[Start of Attachment]
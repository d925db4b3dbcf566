import { EnvironmentProviders, inject, provideEnvironmentInitializer } from '@angular/core';
import { MatIconRegistry } from '@angular/material/icon';
import { DomSanitizer } from '@angular/platform-browser';
import backspace from '@material-symbols/svg-400/rounded/backspace.svg';
import badge from '@material-symbols/svg-400/rounded/badge.svg';
import check from '@material-symbols/svg-400/rounded/check.svg';
import cleaningServices from '@material-symbols/svg-400/rounded/cleaning_services.svg';
import contentCut from '@material-symbols/svg-400/rounded/content_cut.svg';
import dialpad from '@material-symbols/svg-400/rounded/dialpad.svg';
import error from '@material-symbols/svg-400/rounded/error.svg';
import iron from '@material-symbols/svg-400/rounded/iron.svg';
import keyboardReturn from '@material-symbols/svg-400/rounded/keyboard_return.svg';
import link from '@material-symbols/svg-400/rounded/link.svg';
import linkOff from '@material-symbols/svg-400/rounded/link_off.svg';
import login from '@material-symbols/svg-400/rounded/login.svg';
import logout from '@material-symbols/svg-400/rounded/logout.svg';
import package2 from '@material-symbols/svg-400/rounded/package_2.svg';
import person from '@material-symbols/svg-400/rounded/person.svg';
import qrCodeScanner from '@material-symbols/svg-400/rounded/qr_code_scanner.svg';
import tabletAndroid from '@material-symbols/svg-400/rounded/tablet_android.svg';
import arrowBack from '@material-symbols/svg-400/rounded/arrow_back.svg';
import close from '@material-symbols/svg-400/rounded/close.svg';
import add from '@material-symbols/svg-400/rounded/add.svg';
import arrowDownward from '@material-symbols/svg-400/rounded/arrow_downward.svg';
import arrowUpward from '@material-symbols/svg-400/rounded/arrow_upward.svg';
import callSplit from '@material-symbols/svg-400/rounded/call_split.svg';
import cancel from '@material-symbols/svg-400/rounded/cancel.svg';
import deleteIcon from '@material-symbols/svg-400/rounded/delete.svg';
import download from '@material-symbols/svg-400/rounded/download.svg';
import edit from '@material-symbols/svg-400/rounded/edit.svg';
import print from '@material-symbols/svg-400/rounded/print.svg';
import receiptLong from '@material-symbols/svg-400/rounded/receipt_long.svg';
import search from '@material-symbols/svg-400/rounded/search.svg';
import uploadFile from '@material-symbols/svg-400/rounded/upload_file.svg';
import warning from '@material-symbols/svg-400/rounded/warning.svg';
import checkBox from '@material-symbols/svg-400/rounded/check_box.svg';
import checkBoxOutlineBlank from '@material-symbols/svg-400/rounded/check_box_outline_blank.svg';
import gridView from '@material-symbols/svg-400/rounded/grid_view.svg';
import inventory2 from '@material-symbols/svg-400/rounded/inventory_2.svg';
import photoCamera from '@material-symbols/svg-400/rounded/photo_camera.svg';
import flashlightOn from '@material-symbols/svg-400/rounded/flashlight_on.svg';
import videocam from '@material-symbols/svg-400/rounded/videocam.svg';
import undo from '@material-symbols/svg-400/rounded/undo.svg';
import doneAll from '@material-symbols/svg-400/rounded/done_all.svg';
import report from '@material-symbols/svg-400/rounded/report.svg';
import remove from '@material-symbols/svg-400/rounded/remove.svg';
import acUnit from '@material-symbols/svg-400/rounded/ac_unit.svg';
import air from '@material-symbols/svg-400/rounded/air.svg';
import backHand from '@material-symbols/svg-400/rounded/back_hand.svg';
import compress from '@material-symbols/svg-400/rounded/compress.svg';
import deviceThermostat from '@material-symbols/svg-400/rounded/device_thermostat.svg';
import healthAndSafety from '@material-symbols/svg-400/rounded/health_and_safety.svg';
import history from '@material-symbols/svg-400/rounded/history.svg';
import layers from '@material-symbols/svg-400/rounded/layers.svg';
import localFireDepartment from '@material-symbols/svg-400/rounded/local_fire_department.svg';
import menuBook from '@material-symbols/svg-400/rounded/menu_book.svg';
import modeHeat from '@material-symbols/svg-400/rounded/mode_heat.svg';
import playArrow from '@material-symbols/svg-400/rounded/play_arrow.svg';
import sunny from '@material-symbols/svg-400/rounded/sunny.svg';
import timer from '@material-symbols/svg-400/rounded/timer.svg';
import volumeOff from '@material-symbols/svg-400/rounded/volume_off.svg';
import volumeUp from '@material-symbols/svg-400/rounded/volume_up.svg';
import sync from '@material-symbols/svg-400/rounded/sync.svg';
import personAdd from '@material-symbols/svg-400/rounded/person_add.svg';
import key from '@material-symbols/svg-400/rounded/key.svg';
import group from '@material-symbols/svg-400/rounded/group.svg';
import monitoring from '@material-symbols/svg-400/rounded/monitoring.svg';
import wifi from '@material-symbols/svg-400/rounded/wifi.svg';
import wifiOff from '@material-symbols/svg-400/rounded/wifi_off.svg';
import tv from '@material-symbols/svg-400/rounded/tv.svg';
import contentCopy from '@material-symbols/svg-400/rounded/content_copy.svg';
import checkCircle from '@material-symbols/svg-400/rounded/check_circle.svg';
import flag from '@material-symbols/svg-400/rounded/flag.svg';
import mail from '@material-symbols/svg-400/rounded/mail.svg';
import barChart from '@material-symbols/svg-400/rounded/bar_chart.svg';
import schedule from '@material-symbols/svg-400/rounded/schedule.svg';
import refresh from '@material-symbols/svg-400/rounded/refresh.svg';
import send from '@material-symbols/svg-400/rounded/send.svg';
import article from '@material-symbols/svg-400/rounded/article.svg';
import visibility from '@material-symbols/svg-400/rounded/visibility.svg';
import store from '@material-symbols/svg-400/rounded/store.svg';

/** Every icon the app shows, by the name templates use in `svgIcon`. Only these are bundled. */
const ICONS: Readonly<Record<string, string>> = {
  'check-box': checkBox,
  'check-box-blank': checkBoxOutlineBlank,
  'gang-planner': gridView,
  'roll-rack': inventory2,
  'arrow-back': arrowBack,
  backspace,
  badge,
  check,
  clear: close,
  dialpad,
  error,
  'keyboard-return': keyboardReturn,
  link,
  'link-off': linkOff,
  login,
  logout,
  person,
  'qr-scan': qrCodeScanner,
  tablet: tabletAndroid,
  'station-cut': contentCut,
  'station-weed': cleaningServices,
  'station-press': iron,
  'station-pack': package2,
  add,
  'arrow-down': arrowDownward,
  'arrow-up': arrowUpward,
  cancel,
  delete: deleteIcon,
  download,
  edit,
  orders: receiptLong,
  print,
  search,
  split: callSplit,
  'upload-file': uploadFile,
  warning,
  'caution-fumes': air,
  'caution-hot': localFireDepartment,
  'caution-pinch': backHand,
  'caution-rules': healthAndSafety,
  history,
  layers,
  'peel-cold': acUnit,
  'peel-hot': localFireDepartment,
  'peel-warm': sunny,
  play: playArrow,
  pressure: compress,
  'recipe-book': menuBook,
  'person-add': personAdd,
  key,
  people: group,
  sync,
  temperature: deviceThermostat,
  timer,
  'total-heat': modeHeat,
  'volume-off': volumeOff,
  'volume-on': volumeUp,
  camera: photoCamera,
  torch: flashlightOn,
  videocam,
  undo,
  'done-all': doneAll,
  spoil: report,
  remove,
  'floor-board': monitoring,
  online: wifi,
  offline: wifiOff,
  'wall-display': tv,
  copy: contentCopy,
  'on-time': checkCircle,
  flag,
  'mail-outbox': mail,
  reports: barChart,
  schedule,
  refresh,
  send,
  article,
  visibility,
  'shop-settings': store,
};

/** Registers Dwell's bundled SVG icons; nothing is fetched at run time. */
export function provideDwellIcons(): EnvironmentProviders {
  return provideEnvironmentInitializer(() => {
    const registry = inject(MatIconRegistry);
    const sanitizer = inject(DomSanitizer);
    for (const [name, svg] of Object.entries(ICONS)) {
      // The SVGs are build-time files from an installed package, not user input.
      registry.addSvgIconLiteral(name, sanitizer.bypassSecurityTrustHtml(svg));
    }
  });
}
[End of Attachment]
*WHAT THE EXERCISE ASKS*
Return each line exactly, beginning at the start of the material above and ending at the line that includes "import badge from", with both of those kept.

*ANSWER FOR THE TASK*
repository d925db4b3dbcf566
import { EnvironmentProviders, inject, provideEnvironmentInitializer } from '@angular/core';
import { MatIconRegistry } from '@angular/material/icon';
import { DomSanitizer } from '@angular/platform-browser';
import backspace from '@material-symbols/svg-400/rounded/backspace.svg';
import badge from '@material-symbols/svg-400/rounded/badge.svg';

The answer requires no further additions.